A large infrastructural project or big commercial investment invariably changes the local incentive structure – potentially creating more demand for land, perhaps providing an influx of population, improving mobility, and changing local rent-seeking structures. This can really upset the existing political institutional context. Introducing ILM in such an unstable situation can be very, very challenging and likely not going to achieve very much. Instead of investing in a place in a way that completely undermines or upsets the whole governance system, you want to first build the participatory structures, the participatory governance mechanisms, the intersectoral coordination, to be able to absorb those investments effectively without undermining the complete governance system.

In many cases, participatory governance structures, coordination mechanisms and local ownership need to be built before major investments enter a landscape. Otherwise those investments risk reinforcing the fragmentation and competition they were intended to address. ILM should therefore inform the design of investments from the outset rather than be introduced afterwards to manage their consequences.

The research also pointed to something encouraging: where political and institutional conditions are favourable, ILM projects can succeed through different pathways.
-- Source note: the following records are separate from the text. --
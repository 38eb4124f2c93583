/**
 * Browser tests: the built client (dist/, made by `npm test` before vitest runs, or `npx vite build`)
 * served by a real Pewter server on a free loopback port with a fresh database, driven by
 * playwright-core through Debian's Chromium (/usr/bin/chromium). Never downloads a browser.
 */
import { existsSync, mkdirSync } from 'node:fs'
import path from 'node:path'
import type { Server } from 'node:http'
import { chromium, type Browser, type Page } from 'playwright-core'
import { createApp, distFolder } from '../../server/app'
import { createContext } from '../../server/bootstrap'
import type { AppContext } from '../../server/context'
import { freshDatabaseUrl } from './db'
import { DEMO_PASSWORD } from '../../server/db/seed'

export const ARTIFACTS = path.resolve('test-artifacts')

export interface BrowserRig {
  baseUrl: string
  browser: Browser
  context: AppContext
  newPage: () => Promise<Page>
  signIn: (page: Page, email: string, password?: string) => Promise<void>
  /** the whole page by default; `viewport` keeps the window as it is (a full-page shot resizes it, which closes open editor menus) */
  screenshot: (page: Page, name: string, opts?: { viewport?: boolean }) => Promise<string>
  close: () => Promise<void>
}

export async function startBrowserRig(tag: string): Promise<BrowserRig> {
  if (!existsSync(path.join(distFolder, 'index.html'))) throw new Error('dist/ is missing: run `npx vite build` (npm test does) before the browser tests')
  const databaseUrl = await freshDatabaseUrl(tag)
  const context = await createContext({ databaseUrl, rateLimitAuth: 10_000 })
  const app = createApp(context, { serveClient: true })
  const server: Server = await new Promise((resolve) => { const s = app.listen(0, '127.0.0.1', () => resolve(s)) })
  const addr = server.address()
  const port = typeof addr === 'object' && addr ? addr.port : 0
  const baseUrl = `http://127.0.0.1:${port}`
  context.config.publicUrl = baseUrl
  const browser = await chromium.launch({
    executablePath: '/usr/bin/chromium',
    args: ['--headless', '--no-sandbox', '--disable-gpu', '--disable-quic', '--disable-background-networking', '--disable-component-update', '--disable-sync', '--no-first-run'],
  })
  mkdirSync(ARTIFACTS, { recursive: true })
  return {
    baseUrl,
    browser,
    context,
    newPage: async () => {
      const page = await browser.newPage({ viewport: { width: 1400, height: 900 } })
      page.setDefaultTimeout(20_000)
      return page
    },
    signIn: async (page, email, password = DEMO_PASSWORD) => {
      await page.goto(`${baseUrl}/signin`)
      await page.getByLabel('E-mail').fill(email)
      await page.getByLabel('Password').fill(password)
      await page.getByRole('button', { name: 'Sign in' }).click()
    },
    screenshot: async (page, name, opts) => {
      const file = path.join(ARTIFACTS, `${name}.png`)
      await page.screenshot({ path: file, fullPage: !opts?.viewport })
      return file
    },
    close: async () => {
      await browser.close()
      await new Promise<void>((r) => server.close(() => r()))
      await context.database.close()
    },
  }
}
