describe('the generated coupling term d2f', () => {
  const cases: { name: string; m: CompiledModel; x: number[]; u: number[]; t: number }[] = [
    { name: 'heated buffer vessel (template)', m: vessel, x: [0.8, 300], u: [2e-3, 288, 1500, 0.7, 290], t: 30 },
    { name: 'Arenstorf orbit (fixture)', m: arenstorf, x: [0.994, 0.1, 0.2, -2.0], u: [], t: 1 },
    { name: 'Robertson kinetics (fixture)', m: robertson, x: [0.9, 2e-5, 0.1], u: [], t: 1 },
  ]
  for (const c of cases) {
    it(`${c.name}: equals a central difference of the generated Jacobians at 20 seeded directions`, () => {
      const { m } = c
      const { nx, np } = m
      const nuu = m.nu + m.nd
      const rnd = lcg(12345)
      for (let trial = 0; trial < 20; trial++) {
        // directions scaled like the values they move (seeded synthetic)
        const X = new Float64Array(3 * nx + 1)
        c.x.forEach((v, i) => { X[i] = v; X[nx + i] = rnd() * (Math.abs(v) + 1e-3); X[2 * nx + i] = rnd() * 1e-2 * (Math.abs(v) + 1e-3) })
        X[3 * nx] = trial % 2 === 0 ? rnd() : 0
        const P = new Float64Array(2 * np)
        m.params.forEach((q, k) => { P[k] = q.value; P[np + k] = rnd() * Math.abs(q.value) })
        const U = new Float64Array(Math.max(1, 3 * nuu))
        c.u.forEach((v, k) => { U[k] = v; U[nuu + k] = rnd() * Math.abs(v) * 1e-2; U[2 * nuu + k] = rnd() * Math.abs(v) * 1e-3 })
        const out = new Float64Array(nx)
        m.d2f(c.t, X, P, U, out)
        const ref = fdCoupling(m, c.t, X, P, U)
        const scale = Math.max(...ref.map(Math.abs))
        expect(scale, 'the check must see a non-zero coupling').toBeGreaterThan(0)
        for (let i = 0; i < nx; i++) expect(Math.abs(out[i] - ref[i]), `trial ${trial}, component ${i}`).toBeLessThan(1e-5 * scale)
      }
    })

    it(`${c.name}: dfs (the sensitivities' right-hand sides in one call) equals ∂f/∂x·s + ∂f/∂p·q + ∂f/∂u·r from the generated Jacobians`, () => {
      const { m } = c
      const { nx, np } = m
      const nuu = m.nu + m.nd
      const ns = 3
      const rnd = lcg(4242)
      expect(m.dfs, 'the compiler generates dfs').toBeTypeOf('function')
      const J = new Float64Array(nx * nx)
      const Fp = new Float64Array(Math.max(1, nx * np))
      const Fu = new Float64Array(Math.max(1, nx * nuu))
      for (let trial = 0; trial < 10; trial++) {
        // seeded synthetic point and directions: z = [x, s_1, s_2, s_3], q_j, r_j
        const z = new Float64Array(nx * (1 + ns))
        c.x.forEach((v, i) => { z[i] = v; for (let j = 1; j <= ns; j++) z[j * nx + i] = rnd() * (Math.abs(v) + 1e-3) })
        const Pall = new Float64Array(np * (1 + ns))
        m.params.forEach((q, k) => { Pall[k] = q.value; for (let j = 1; j <= ns; j++) Pall[j * np + k] = rnd() * Math.abs(q.value) })
        const Uall = new Float64Array(Math.max(1, nuu * (2 + ns)))
        c.u.forEach((u, k) => { Uall[k] = u; for (let j = 0; j < ns; j++) Uall[(j + 2) * nuu + k] = rnd() * Math.abs(u) * 1e-2 })
        const out = new Float64Array(nx * (1 + ns)).fill(7)
        m.dfs!(c.t, z, Pall, Uall, ns, out)
        for (let i = 0; i < nx; i++) expect(out[i], 'the state block is left alone').toBe(7)
        const p = Pall.subarray(0, np)
        const u = Uall.subarray(0, Math.max(1, nuu))
        m.dfdx(c.t, z, p, u, J)
        m.dfdp(c.t, z, p, u, Fp)
        m.dfdu(c.t, z, p, u, Fu)
        for (let j = 0; j < ns; j++) {
          for (let i = 0; i < nx; i++) {
            let ref = 0
            let size = 0
            const terms: number[] = []
            for (let k = 0; k < nx; k++) terms.push(J[i * nx + k] * z[(j + 1) * nx + k])
            for (let k = 0; k < np; k++) terms.push(Fp[i * np + k] * Pall[(j + 1) * np + k])
            for (let k = 0; k < nuu; k++) terms.push(Fu[i * nuu + k] * Uall[(j + 2) * nuu + k])
            for (const v of terms) { ref += v; size += Math.abs(v) }
            expect(Math.abs(out[(j + 1) * nx + i] - ref), `trial ${trial}, sensitivity ${j}, component ${i}`).toBeLessThanOrEqual(1e-13 * size + 1e-300)
          }
        }
      }
    })

    it(`${c.name}: d2fs (all sensitivities in one call) adds what d2f gives for each, at 10 seeded points`, () => {
      const { m } = c
      const { nx, np } = m
      const nuu = m.nu + m.nd
      const ns = 3
      const rnd = lcg(777)
      expect(m.d2fs, 'the compiler generates d2fs').toBeTypeOf('function')
      for (let trial = 0; trial < 10; trial++) {
        // seeded synthetic point and directions: z = [x, s_1, s_2, s_3], q_j, r_j, v, τ, ν
        const z = new Float64Array(nx * (1 + ns))
        c.x.forEach((v, i) => { z[i] = v; for (let j = 1; j <= ns; j++) z[j * nx + i] = rnd() * (Math.abs(v) + 1e-3) })
        const v = Float64Array.from(c.x, (x) => rnd() * 1e-2 * (Math.abs(x) + 1e-3))
        const vt = trial % 2 === 0 ? rnd() : 0
        const Pall = new Float64Array(np * (1 + ns))
        m.params.forEach((q, k) => { Pall[k] = q.value; for (let j = 1; j <= ns; j++) Pall[j * np + k] = rnd() * Math.abs(q.value) })
        const Uall = new Float64Array(Math.max(1, nuu * (2 + ns)))
        c.u.forEach((u, k) => { Uall[k] = u; Uall[nuu + k] = rnd() * Math.abs(u) * 1e-3; for (let j = 0; j < ns; j++) Uall[(j + 2) * nuu + k] = rnd() * Math.abs(u) * 1e-2 })
        const base = Float64Array.from({ length: nx * (1 + ns) }, () => rnd())
        const out = Float64Array.from(base)
        m.d2fs!(c.t, z, Pall, Uall, v, vt, ns, out)
        for (let i = 0; i < nx; i++) expect(out[i], 'the state block is left alone').toBe(base[i])
        for (let j = 0; j < ns; j++) {
          const X = new Float64Array(3 * nx + 1)
          for (let i = 0; i < nx; i++) { X[i] = z[i]; X[nx + i] = z[(j + 1) * nx + i]; X[2 * nx + i] = v[i] }
          X[3 * nx] = vt
          const P = new Float64Array(2 * np)
          for (let k = 0; k < np; k++) { P[k] = Pall[k]; P[np + k] = Pall[(j + 1) * np + k] }
          const U = new Float64Array(Math.max(1, 3 * nuu))
          for (let k = 0; k < nuu; k++) { U[k] = Uall[k]; U[nuu + k] = Uall[(j + 2) * nuu + k]; U[2 * nuu + k] = Uall[nuu + k] }
          const one = new Float64Array(nx)
          m.d2f(c.t, X, P, U, one)
          for (let i = 0; i < nx; i++) {
            const got = out[(j + 1) * nx + i] - base[(j + 1) * nx + i]
            expect(Math.abs(got - one[i]), `trial ${trial}, sensitivity ${j}, component ${i}`).toBeLessThanOrEqual(1e-12 * (Math.abs(one[i]) + Math.abs(base[(j + 1) * nx + i])) + 1e-300)
          }
        }
      }
    })
  }
})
Some rely on operational capacity – a strong implementation machinery, good technical know-how and clarity about how things should be sequenced. Others rely more on relational capacity – the ability to build trust, capitalize on local knowledge, and be involved in adaptive management and learning. Neither approach is necessarily better than the other, but both only appear to work where the wider political and institutional setting leaves room for them to matter.

What surprised me most was not that governance matters. Most practitioners already know that. What surprised me was how consistently institutionalization emerged as the weakest dimension across such a diverse set of landscapes. For me, one of the most important conclusions is that ILM should not be thought of simply as a project. Instead, it is a different way of governing landscapes. The question is not only whether we are implementing ILM, but whether we are creating the conditions that allow it to endure long after projects have ended. Perhaps the real question is not how we design better landscape projects, but whether we are willing to invest in the governance systems that allow landscape approaches to survive once projects end.

The paper is still under review, and I look forward to sharing the full findings soon.